■ The data ■
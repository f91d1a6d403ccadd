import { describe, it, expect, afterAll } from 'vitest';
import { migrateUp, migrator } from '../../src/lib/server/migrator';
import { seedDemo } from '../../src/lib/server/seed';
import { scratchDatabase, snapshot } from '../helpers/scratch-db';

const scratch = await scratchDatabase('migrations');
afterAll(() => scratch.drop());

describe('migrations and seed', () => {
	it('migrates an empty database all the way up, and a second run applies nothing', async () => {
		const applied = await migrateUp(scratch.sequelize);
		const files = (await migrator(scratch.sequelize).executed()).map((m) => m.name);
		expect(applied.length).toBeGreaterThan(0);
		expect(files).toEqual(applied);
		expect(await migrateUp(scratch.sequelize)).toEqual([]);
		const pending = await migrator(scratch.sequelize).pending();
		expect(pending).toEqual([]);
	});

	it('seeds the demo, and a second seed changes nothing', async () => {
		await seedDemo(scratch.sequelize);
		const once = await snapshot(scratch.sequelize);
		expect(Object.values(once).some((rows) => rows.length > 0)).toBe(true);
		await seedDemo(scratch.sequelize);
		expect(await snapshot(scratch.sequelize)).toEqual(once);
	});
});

■ Your instructions ■
Every line of the data must be reproduced exactly.

■ Written solution ■
repository f91d1a6d403ccadd
import { describe, it, expect, afterAll } from 'vitest';
import { migrateUp, migrator } from '../../src/lib/server/migrator';
import { seedDemo } from '../../src/lib/server/seed';
import { scratchDatabase, snapshot } from '../helpers/scratch-db';

const scratch = await scratchDatabase('migrations');
afterAll(() => scratch.drop());

describe('migrations and seed', () => {
	it('migrates an empty database all the way up, and a second run applies nothing', async () => {
		const applied = await migrateUp(scratch.sequelize);
		const files = (await migrator(scratch.sequelize).executed()).map((m) => m.name);
		expect(applied.length).toBeGreaterThan(0);
		expect(files).toEqual(applied);
		expect(await migrateUp(scratch.sequelize)).toEqual([]);
		const pending = await migrator(scratch.sequelize).pending();
		expect(pending).toEqual([]);
	});

	it('seeds the demo, and a second seed changes nothing', async () => {
		await seedDemo(scratch.sequelize);
		const once = await snapshot(scratch.sequelize);
		expect(Object.values(once).some((rows) => rows.length > 0)).toBe(true);
		await seedDemo(scratch.sequelize);
		expect(await snapshot(scratch.sequelize)).toEqual(once);
	});
});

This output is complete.